I thought W.'s demeanor was _serene_ to say the least.
But why not? He's facing an ugly congress bent on reversing his agenda, he has zero political capital, and a large section of his own party are turning their back on him.

Anyone catch the puss on Hillary the Devil?
That smug, disrespectful smirk of hers makes me sick.
And what about Dennis Kucinich! He took a seat on the aisle for some free face time. I think he claimed the seat last friday and hadnt got up since. What a witless nincompoop...


----------



## Guest (Jan 24, 2007)

I only managed hear bits & pieces on the radio between calls, but it sounded to me like W was mailing it in. He probably knows the next 2 years aren't going to be easy, and seems to have lost his will to fight. 

I would have been much more happy if he came out swinging, it would have at least made for good entertainment.


----------



## kwflatbed (Dec 29, 2004)

His speech writers deserve KUDOS it was well written and Duba
delivered it well.
If you watched when they panned the crowd and saw the antics
of the dummycrats namely ours it would turn your stomach.
If someone did not prod them they would not have risen to honor
the silver star veteran.
I am disgusted at the people in this state that keep putting these
@$$wipes back in office.


----------



## Andy0921 (Jan 12, 2006)

> That smug, disrespectful smirk of hers makes me sick.
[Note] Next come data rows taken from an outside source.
func (e *Engine) checkRobot(st RobotState) error {
	if !finite(st.T) {
		return fmt.Errorf("policy: robot state: time %v is not finite", st.T)
	}
	if e.hasRobotT && st.T < e.robotT {
		return fmt.Errorf("policy: robot state at %v s: earlier than the previous one (%v s)", st.T, e.robotT)
	}
	if st.HasSpeed && !finite(st.Speed) {
		return fmt.Errorf("policy: robot state at %v s: speed %v is not finite", st.T, st.Speed)
	}
	if st.HasStopping && (!finite(st.StoppingTime) || st.StoppingTime < 0 || !finite(st.StoppingDistance) || st.StoppingDistance < 0) {
		return fmt.Errorf("policy: robot state at %v s: stopping time %v s / distance %v m: must be finite and >= 0", st.T, st.StoppingTime, st.StoppingDistance)
	}
	for _, f := range st.Frames {
		p, q := f.Pose.Pos, f.Pose.Rot
		if !finite(p.X) || !finite(p.Y) || !finite(p.Z) || !finite(q.Real) || !finite(q.Imag) || !finite(q.Jmag) || !finite(q.Kmag) {
			return fmt.Errorf("policy: robot state at %v s: frame %q: pose is not finite", st.T, f.Frame)
		}
		if !e.frames[f.Frame] {
			return fmt.Errorf("policy: robot state at %v s: frame %q: not a frame of robot.frames nor of a zone", st.T, f.Frame)
		}
	}
	return nil
}

func finite(v float64) bool { return !math.IsNaN(v) && !math.IsInf(v, 0) }

// pathFinite reports whether every time and position of p is finite (the
// radii are not looked at).
func pathFinite(p *forecast.Path) bool {
	for k := range p.T {
		if !finite(p.T[k]) || !finite(p.P[k].X) || !finite(p.P[k].Y) || !finite(p.P[k].Z) {
			return false
		}
	}
	return true
}

// advanceTo moves the engine's time forward to t (never back).
func (e *Engine) advanceTo(t float64) {
	if !e.started || t > e.now {
		e.now = t
		e.started = true
	}
}

func (e *Engine) reject(t float64, trackID string, why RejectReason, v float64) {
	e.stats.Rejected[why]++
	e.emit(Event{Kind: EventRejected, T: t, Track: trackID, Reject: why, Value: v})
}

func (e *Engine) emit(ev Event) { e.events = append(e.events, ev) }

// separationData returns the protective separation distance inputs for a
// track when the robot's speed and stopping data are known.
func (e *Engine) separationData(tr *track) (safety.SeparationInputs, bool) {
	in := e.psd
	switch {
	case e.liveHasSpd:
		in.RobotSpeed = e.liveSpeed
	case e.cfgHasSpd:
		in.RobotSpeed = e.cfgSpeed
	default:
		return in, false
	}
	switch {
	case e.liveHasStp && e.liveTs > 0:
		in.StoppingTime, in.StoppingDistance = e.liveTs, e.liveSs
	case e.cfgTs > 0:
		in.StoppingTime, in.StoppingDistance = e.cfgTs, e.cfgSs
	default:
		return in, false
	}
	in.ReactionTime += e.horizon(tr).Lead
	in.HumanSpeed = safety.WalkingSpeed
	if e.useHandSpeed {
		if v, ok := pathSpeed(&tr.path); ok {
			in.HumanSpeed = v
		}
	}
	return in, true
}

// protectiveSeparation returns the protective separation distance Sp for
// a track, when the robot's data are known. The last inputs and result are
// kept: the inputs rarely change from one sample to the next.
func (e *Engine) protectiveSeparation(tr *track) (float64, bool) {
	in, ok := e.separationData(tr)
	if !ok {
		return 0, false
	}
	if !e.psdHas || in != e.psdIn {
		s, err := safety.ProtectiveSeparation(in)
		e.psdIn, e.psdSp, e.psdOK, e.psdHas = in, s.Sp, err == nil, true
	}
	return e.psdSp, e.psdOK
}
:dito: IMO she's a rude cunt...


----------



## j809 (Jul 5, 2002)

He had some great initiatives, why did he wait six years to discuss them.


----------



## dcs2244 (Jan 29, 2004)

andy0921 said:


> :dito: IMO she's a rude cunt...


Andy, plain english, please...


----------



## dcs2244 (Jan 29, 2004)

IMO, it was just more of the same RINO bull-hockey. Up next: amnesty for illegals and no pardon for the Border Patrol guys. Higher taxes ("....read my lips...") and universal health care. Oh, and no social security for the folks that paid into the system: it's reserved for illegal aliens and indigents, American Dummy.

Bring on the resurrection, please.


----------



## Mitpo62 (Jan 13, 2004)

Speech or not, it's past time to bring our sons and daughters home. Period.


----------



## justanotherparatrooper (Aug 27, 2006)

NO, its time to get rid of these assine rules of engagement! Let the soldiers be soldiers, NOT COPS...Hunt the pricks down and kill them and NOT have to wonder if theyre going to be ucmj'd for it.


----------



## kwflatbed (Dec 29, 2004)

justanotherparatrooper said:


> NO, its time to get rid of these assine rules of engagement! Let the soldiers be soldiers, NOT COPS...Hunt the pricks down and kill them and NOT have to wonder if theyre going to be ucmj'd for it.


AMEN blow them off the face of the earth.


----------



## Inspector (Nov 13, 2006)

The Senate reaction today shows a glimpse of what the President can expect from here on in. The Foreign Relations Committee voted to not support the troop buildup. With a Democratic controlled Senate committee this is expected but they were Joined by Republican Chuck Hagel and while other Republicans did not vote for the measure Richard Lugar indicated he was voting against it as the President wouldn't follow it anyway so it was moot. Of all the Republicans only one, David Vitter of Louisiana, stood by the President and gave him any verbal support. Word from Washington is that from here on in those in Washington are looking for ways to bail in light of growing public disenchantment with the war and the President.


----------



## Macop (May 2, 2002)

_npn_323 wrote_
I also noticed that Cheney was making some odd looking faces during the midde of it. It looked like he was constipated or something.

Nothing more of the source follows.